In Python, you can get these matches with a simple -\s*(\w+) regex and re.findall and then access any match with the appropriate index:
See IDEONE demo:
import re
s = 'These.Final.Hours-AUSVERSION.2013-TEST-TESTAGAIN-YIFY.cp(tt123456).MiLLENiUM.mp4'
r = re.findall(r'-\s*(\w+)', s)
print(r[0]) # => AUSVERSION
print(r[1]) # => TEST
print(r[2]) # => TESTAGAIN
print(r[3]) # => YIFY
The -\s*(\w+) pattern search for a hyphen, followed with 0+ whitespaces, and then captures 1+ digits, letters or underscores. re.findall only returns the texts captured with capturing groups, so you only get those Group 1 values captured with (\w+).
To get these matches one by one, with re.search, you can use ^(?:.*?-\s*(\w+)){n}, where n is the match index you want. Here is a regex demo.
A quick Python demo (in real code, assign the result of re.search and only access Group 1 value after checking if there was a match):
s = "These.Final.Hours-AUSVERSION.2013-TEST-TESTAGAIN- YIFY.cp(tt123456).MiLLENiUM.mp4"
print(re.search(r'^(?:.*?-\s*(\w+))', s).group(1))
print(re.search(r'^(?:.*?-\s*(\w+)){2}', s).group(1))
print(re.search(r'^(?:.*?-\s*(\w+)){3}', s).group(1))
print(re.search(r'^(?:.*?-\s*(\w+)){4}', s).group(1))
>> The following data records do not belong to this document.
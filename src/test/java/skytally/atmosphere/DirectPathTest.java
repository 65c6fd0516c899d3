package skytally.atmosphere;

import static org.assertj.core.api.Assertions.assertThat;
import static org.assertj.core.api.Assertions.assertThatThrownBy;
import static org.assertj.core.api.Assertions.within;

import org.junit.jupiter.api.DisplayName;
import org.junit.jupiter.api.Test;
import org.junit.jupiter.params.ParameterizedTest;
import org.junit.jupiter.params.provider.CsvSource;

@DisplayName("The line between a lamp and an eye")
class DirectPathTest {

    private static final Atmosphere CLEAR = Atmosphere.atSeaLevel(Clearness.CLEAR);

    @Test
    void isPythagorasNearBy() {
        DirectPath path = DirectPath.between(6, 1.6, 10);
        assertThat(path.lengthM()).isCloseTo(Math.hypot(10, 4.4), within(1e-4));
        assertThat(path.altitudeAtEyeRad()).isCloseTo(Math.atan2(4.4, 10), within(1e-5));
        assertThat(path.altitudeAtLampRad()).isCloseTo(-Math.atan2(4.4, 10), within(1e-5));
    }

    @Test
    void isTheHeightDifferenceStraightBelow() {
        DirectPath path = DirectPath.between(6, 1.6, 0);
        assertThat(path.lengthM()).isCloseTo(4.4, within(1e-12));
        assertThat(Math.toDegrees(path.altitudeAtEyeRad())).isCloseTo(90, within(1e-6));
    }

    /** 3.86 (√h₁ + √h₂) km with mean refraction, heights in metres: a rule of navigation, from memory. */
    @ParameterizedTest(name = "from {0} m and {1} m")
    @CsvSource({"6, 1.6", "15, 4.5", "100, 2", "1, 1"})
    void endsAtTheHorizonOfNavigation(double lampHeightM, double eyeHeightM) {
        double rule = 3860 * (Math.sqrt(lampHeightM) + Math.sqrt(eyeHeightM));
        assertThat(DirectPath.between(lampHeightM, eyeHeightM, rule * 0.995).clearsTheHorizon())
                .isTrue();
        assertThat(DirectPath.between(lampHeightM, eyeHeightM, rule * 1.005).clearsTheHorizon())
                .isFalse();
    }

    /** The flat-Earth path of one exponential layer: τ = b₀ (H / sin e)(1 − exp(−d sin e / H)). */
    @Test
    void passesWhatTheFlatLayerFormulaPasses() {
        DirectPath path = DirectPath.between(0, 3000, 5000);
        double sine = Math.sin(-path.altitudeAtEyeRad());
        double d = path.lengthM();
        double molecules = CLEAR.molecularOpticalDepth(550) / sine * (1 - Math.exp(-d * sine / 8000));
        double haze = CLEAR.aerosol().opticalDepth(550) / sine * (1 - Math.exp(-d * sine / 1500));
        assertThat(CLEAR.transmission(path, 550)).isCloseTo(Math.exp(-molecules - haze), within(1e-4));
    }

    /** Level and short: exp(−β d) with the ground's β. */
    @Test
    void passesExpOfTheGroundExtinctionWhenLevel() {
        DirectPath path = DirectPath.between(0, 0, 1000);
        assertThat(CLEAR.transmission(path, 550))
                .isCloseTo(Math.exp(-1000 * CLEAR.extinctionPerMetre(550)), within(2e-6));
    }

    @Test
    void isTheSameBothWays() {
        DirectPath there = DirectPath.between(30, 1.6, 12_000);
        DirectPath back = DirectPath.between(1.6, 30, 12_000);
        assertThat(there.lengthM()).isCloseTo(back.lengthM(), within(1e-9));
        assertThat(CLEAR.transmission(there, 600)).isCloseTo(CLEAR.transmission(back, 600), within(1e-7));
    }

    @Test
    void refusesTwoThingsAtOnePlace() {
        assertThatThrownBy(() -> DirectPath.between(2, 2, 0)).hasMessageContaining("apart");
    }
}
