@DisplayName("Project files")
class ProjectFileTest {

    private static final String TEXT = new String(ProjectFile.write(Cases.aSportsGround()), StandardCharsets.UTF_8);

    @Test
    void openToTheSameProjectAndTheSameBytes() throws ProjectFileException {
        Project opened = ProjectFile.read(TEXT.getBytes(StandardCharsets.UTF_8));
        assertThat(opened).isEqualTo(Cases.aSportsGround());
        assertThat(new String(ProjectFile.write(opened), StandardCharsets.UTF_8))
                .isEqualTo(TEXT);
    }

    @ParameterizedTest(name = "{0} becomes {1}: {2}")
    @CsvSource(delimiter = '|', textBlock = """
            "formatVersion" : 1    | "formatVersion" : 7     | /formatVersion: is 7, but this version of the program reads 1. Open it with the program that wrote it.
            "formatVersion" : 1,   |                         | /formatVersion: is missing, so this is no project file.
            "mark" : "A2"          | "mark" : "A1"           | /schemes/1: Two luminaire types have the mark A1.
            "mark" : "A2"          | "mark" : "A 2"          | /schemes/1/types/1: A mark has 1 to 40 letters, digits, hyphens or points and begins with a letter or digit, such as A1 or VA8; not “A 2”.
            "kind" : "proposed"    | "kind" : "wished"       | /schemes/1: A scheme is existing, proposed or option, not “wished”.
            "title" : "Luminaire schedule" | "title" : 5     | /documents/0/title: must be a text in quotation marks, not a number.
            "party" : "objector"   | "party" : "press"       | /schemes/1/types/0/values/lumens/claims/1: A party is ours, applicant, authority, objector, not “press”.
            "revision" : "A"       | "revisoin" : "A"        | /documents/0/revisoin: is not known to this version. Remove it, or open the file with the version that wrote it.
            "id" : "6f1d           | "id" : "xf1d            | /id: must be 32 small hexadecimal digits in five groups with hyphens.
            "altitudeDeg" : "12.5" | "altitudeDeg" : "up"    | /places/0/looks/0/altitudeDeg: must be a number, not “up”.
            "type" : "A2"          | "type" : "A9"           | /schemes/1: Light A2-01 is of type A9, which the scheme does not have.
            """)
    void refuseWhatTheyDoNotKnowWithItsPath(String found, String instead, String message) {
        assertThat(TEXT).contains(found);
        String changed = TEXT.replaceFirst(java.util.regex.Pattern.quote(found), instead == null ? "" : instead);
        assertThatThrownBy(() -> ProjectFile.read(changed.getBytes(StandardCharsets.UTF_8)))
                .isInstanceOf(ProjectFileException.class)
                .hasMessage(message);
    }

    private static final byte[] PLAN = "%PDF-1.7 a plan".getBytes(StandardCharsets.UTF_8);
    private static final byte[] TABLE = "mark,lm\nA1,96000\n".getBytes(StandardCharsets.UTF_8);

    /** Two documents with the same file and one with another. */
    private static WholeProject withFiles() {
        Attachment plan = Attachment.of("plan.pdf", PLAN);
        return new WholeProject(
                Cases.aSportsGround()
                        .withDocuments(List.of(
                                new Document("D1", "Plan", "", "", "").with(plan),
                                new Document("D2", "Plan again", "", "", "").with(plan),
                                new Document("D3", "Table", "", "", "").with(Attachment.of("t.csv", TABLE)),
                                new Document("D4", "Letter", "", "", ""))),
                Attachments.NONE.with(TABLE).with(PLAN));
    }

    @Test
    void carryTheBytesOfEachFileOnceAndOpenToTheSame() throws ProjectFileException {
        byte[] written = ProjectFile.write(withFiles());
        WholeProject opened = ProjectFile.open(written);
        assertThat(opened.project()).isEqualTo(withFiles().project());
        // by sha256sum of GNU coreutils 9.1, of the same bytes
        assertThat(opened.attachments().hashes())
                .containsExactly(
                        "3cd67d980c9889915eb2d36e15243e15437ff5487176fe2da377b88ba05ae769",
                        "e2acaa49ee6d17e7cab5e14fde88de3300654b544c104fc5a6fbc0069a3da11d");
        assertThat(ProjectFile.write(opened)).isEqualTo(written);
        assertThat(ProjectFile.size(opened.project(), ProjectFile.write(opened.project())))
                .isGreaterThanOrEqualTo(written.length);
        assertThat(ProjectFile.read(ProjectFile.write(opened.project()))).isEqualTo(opened.project());
    }

    @ParameterizedTest(name = "{0} becomes {1}: {2}")
    @CsvSource(delimiter = '|', textBlock = """
            JVBERi0xLjcgYSBwbGFu     | JVBERi0xLjcgYSBwbGFO     | /attachments/0/sha256: does not fit the bytes beside it: the file was changed or cut. Take it again from where it was saved.
            JVBERi0xLjcgYSBwbGFu     | JVBERi0xL*cgYSBwbGFu     | /attachments/0/base64: is not base64: Illegal base64 character 2a.
            "size" : 15              | "size" : 16              | /documents/0/file: says 16 bytes of application/pdf, but the attachment has 15 bytes of application/pdf.
            "size" : 15              | "size" : 6000000         | /documents/0/file: A file has 1 to 5242880 bytes, not 6000000.
            "mediaType" : "text/csv" | "mediaType" : "text/html" | /documents/2/file: says 17 bytes of text/html, but the attachment has 17 bytes of text/csv.
            "name" : "plan.pdf"      | "name" : "plan.png"      | /documents/0/file: The file “plan.png” cannot be kept. A file ends in one of .pdf, .png, .jpg, .jpeg, .xlsx, .csv, .txt, .tsv, .ies, .ldt and holds what its end says.
            "name" : "plan.pdf"      | "name" : "../plan.pdf"   | /documents/0/file: The name of a file has no slash and no control character.
            "attachments"            | "attachement"            | /documents/0/file/sha256: names a file that is not among the attachments.
            "mark" : "D4",           | "mark" : "D4", "file" : { "name" : "a.pdf", "mediaType" : "application/pdf", "size" : 1, "sha256" : "x" }, | /documents/3/file: A hash has 64 small hexadecimal digits, not “x”.
            """)
    void refuseAFileThatIsNotWhatItsDocumentSays(String found, String instead, String message) {
        String text = new String(ProjectFile.write(withFiles()), StandardCharsets.UTF_8);
        assertThat(text).contains(found);
        String changed = text.replaceFirst(java.util.regex.Pattern.quote(found), instead);
        assertThatThrownBy(() -> ProjectFile.open(changed.getBytes(StandardCharsets.UTF_8)))
                .isInstanceOf(ProjectFileException.class)
                .hasMessage(message);
    }

    @ParameterizedTest(name = "{0} becomes {1}: {2}")
    @CsvSource(delimiter = '|', textBlock = """
            "lumens" : {             | "lumen" : {              | /schemes/1/types/0/values/lumen: is not known to this version. Remove it, or open the file with the version that wrote it.
            "value" : "96000"        | "value" : "many"         | /schemes/1/types/0/values/lumens/claims/0/value: “many” is not a number.
            "unit" : "lm"            | "unit" : "cd"            | /schemes/1/types/0/values/lumens/claims/0/value: has the unit “cd”, but must have one of lm.
            "value" : "52.4"         | "value" : "92.4"         | /site/latitude/claims/0/value: “92.4” is outside what may be typed, -90 to 90 °.
            "low" : "60"             | "low" : "x"              | /schemes/1/types/0/values/tilt/claims/0/low: “x” is not a number.
            "value" : "86"           | "value" : "1e9"          | /places/0/values/north/claims/0/value: “1e9” is outside what may be typed, -1000000 to 1000000 m.
            """)
    void refuseAValueThatItsFieldDoesNotTake(String found, String instead, String message) {
        assertThat(TEXT).contains(found);
        String changed = TEXT.replaceFirst(java.util.regex.Pattern.quote(found), instead);
        assertThatThrownBy(() -> ProjectFile.open(changed.getBytes(StandardCharsets.UTF_8)))
                .isInstanceOf(ProjectFileException.class)
                .hasMessage(message);
    }

    @ParameterizedTest(name = "{0} of {1}: {2}")
    @CsvSource(delimiter = '|', textBlock = """
            outline  | 0 0; 10 10; 10 0; 0 10 | The edge from line 3 to line 4 crosses or touches the edge from line 1 to line 2. Put the corners in their turn around the site.
            timeZone | Nowhere/Town           | “Nowhere/Town” is no zone of time such as Europe/London or +01:00.
            curfew   | 24:30                  | “24:30” is no time of day such as 23:00.
            zone     | E9                     | “E9” is not one of E0, E1, E2, E3, E4.
            drives   | 2.5                    | “2.5” is not a whole number.
            """)
    void refuseOfASiteWhatItsFieldsDoNotTake(String field, String value, String message) {
        String unit = field.equals("outline") ? "m" : "";
        Project project = Cases.aSportsGround()
                .withSite(new Values(
                        Map.of(field, Stated.of(Claim.given(value, unit, Source.reason("test"), Party.APPLICANT)))));
        assertThatThrownBy(() -> ProjectFile.open(ProjectFile.write(project)))
                .isInstanceOf(ProjectFileException.class)
                .hasMessage("/site/" + field + "/claims/0/value: " + message);
    }

    @Test
    void keepTheGroundTowardAPlaceAndRefuseWhatDoesNotRise() throws ProjectFileException {
        Project ground = Cases.aSportsGround();
        Project hilly = ground.withPlaces(List.of(new Place(
                "VA1",
                Values.NONE,
                List.of(),
                List.of(),
                List.of(new Place.GroundPoint(0, 96), new Place.GroundPoint(1000, 92.5)))));
        String text = new String(ProjectFile.write(hilly), StandardCharsets.UTF_8);
        assertThat(ProjectFile.open(text.getBytes(StandardCharsets.UTF_8)).project())
                .isEqualTo(hilly);
        assertThatThrownBy(() ->
                        ProjectFile.read(text.replace("\"1000.0\"", "\"0.0\"").getBytes(StandardCharsets.UTF_8)))
                .hasMessage("/places/0: Each distance of the ground is larger than the one before; 0.0 is not.");
        assertThatThrownBy(() ->
                        ProjectFile.read(text.replace("\"92.5\"", "\"9200.5\"").getBytes(StandardCharsets.UTF_8)))
                .hasMessage("/places/0/ground/1: A point of the ground lies 0 to 1000000 m away and -430 to 9000 m"
                        + " above the sea, not 1000.0 and 9200.5.");
        assertThat(Difference.applied(ground, Difference.between(ground, hilly)))
                .isEqualTo(hilly);
    }

    @Test
    void refuseAFileThatNoDocumentNames() {
        WholeProject whole = withFiles();
        String text = new String(ProjectFile.write(whole), StandardCharsets.UTF_8);
        Project without = whole.project().withDocuments(List.of());
        String tail = text.substring(text.indexOf("  \"attachments\""));
        String orphaned =
                new String(ProjectFile.write(without), StandardCharsets.UTF_8).replaceFirst("\n}\n$", ",\n") + tail;
        assertThatThrownBy(() -> ProjectFile.open(orphaned.getBytes(StandardCharsets.UTF_8)))
                .hasMessageStartingWith("/attachments: holds a file that no document names: ");
    }

    @Test
    void refuseARepeatedMember() {
        String twice = TEXT.replaceFirst("\"title\"", "\"title\" : \"x\",\n  \"title\"");
        assertThatThrownBy(() -> ProjectFile.read(twice.getBytes(StandardCharsets.UTF_8)))
                .isInstanceOf(ProjectFileException.class)
                .hasMessageStartingWith("The file names a member twice at line 5");
    }

    @Test
    void refuseATruncatedFileAtEveryLength() {
        byte[] whole = TEXT.getBytes(StandardCharsets.UTF_8);
        for (int length = 0; length < whole.length - 2; length += 37) {
            byte[] part = java.util.Arrays.copyOf(whole, length);
            assertThatThrownBy(() -> ProjectFile.read(part))
                    .as("cut after %d bytes", length)
                    .isInstanceOf(ProjectFileException.class);
        }
    }

    @Test
    void refuseWhatIsTooLargeOrTooDeepOrNoText() {
        assertThatThrownBy(() -> ProjectFile.read(new byte[40 * 1024 * 1024]))
                .hasMessageContaining("larger than 25 MB");
        String deep = "{\"a\":".repeat(10_000);
        assertThatThrownBy(() -> ProjectFile.read(deep.getBytes(StandardCharsets.UTF_8)))
                .hasMessageContaining("nested deeper than 32 levels");
        assertThatThrownBy(() -> ProjectFile.read(new byte[] {(byte) 0xC3, 0x28}))
                .hasMessageContaining("UTF-8");
        assertThatThrownBy(() -> ProjectFile.read(new byte[0])).hasMessage("The file is empty.");
        assertThatThrownBy(() -> ProjectFile.read("[]".getBytes(StandardCharsets.UTF_8)))
                .hasMessage("must be an object in braces, not a list.");
    }

    @Test
    void tellAndTakeBackEveryChange() throws ProjectFileException {
        Project before = Cases.aSportsGround();
        Scheme proposed = before.scheme("proposed").orElseThrow();
        LuminaireType first = proposed.types().get(0);
        Stated more = first.values().get("lumens").claimed(Claim.given("90000", "lm", Source.NONE, Party.AUTHORITY));
        Scheme changed = new Scheme(
                "proposed",
                Scheme.Kind.PROPOSED,
                "Mended",
                List.of(
                        new LuminaireType("A3", new Values(Map.of())),
                        new LuminaireType("A1", first.values().with("lumens", more))),
                List.of(proposed.placements().get(1), proposed.placements().get(0)));
        Project after = new Project(
                before.id(),
                "Another name",
                List.of(),
                Values.NONE,
                List.of(before.schemes().get(0), changed),
                List.of(before.places().get(1)));

        List<Difference.Change> changes = Difference.between(before, after);

        assertThat(changes)
                .extracting(Difference.Change::key)
                .contains(
                        "title",
                        "schemes/proposed/name",
                        "schemes/proposed/types/#order",
                        "schemes/proposed/types/A1/values/lumens",
                        "site/latitude",
                        "places/#order",
                        "documents/#order",
                        "documents/D1/title");
        assertThat(Difference.applied(before, changes)).isEqualTo(after);
        assertThat(Difference.applied(
                        after, changes.stream().map(Difference.Change::reversed).toList()))
                .isEqualTo(before);
    }

    @Test
    void doNotTakeBackWhatWasChangedAgain() {
        Project before = Cases.aSportsGround();
        Project renamed = titled(before, "First");
        Project again = titled(before, "Second");
        List<Difference.Change> back = Difference.between(before, renamed).stream()
                .map(Difference.Change::reversed)
                .toList();
        assertThatThrownBy(() -> Difference.applied(again, back))
                .hasMessage("/title: has been changed again since, so it cannot be undone by itself.");
    }

    private static Project titled(Project project, String title) {
        return new Project(
                project.id(), title, project.documents(), project.site(), project.schemes(), project.places());
    }
}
Explanation of the pattern:
^ - start of string
(?:.*?-\s*(\w+)){2} - a non-capturing group that matches (here) 2 sequences of:
.*? - 0+ any characters other than a newline (since no re.DOTALL modifier is used) up to the first...
- - hyphen
\s* - 0 or more whitespaces
(\w+) - Group 1 capturing 1+ word characters (letters, digits or underscores).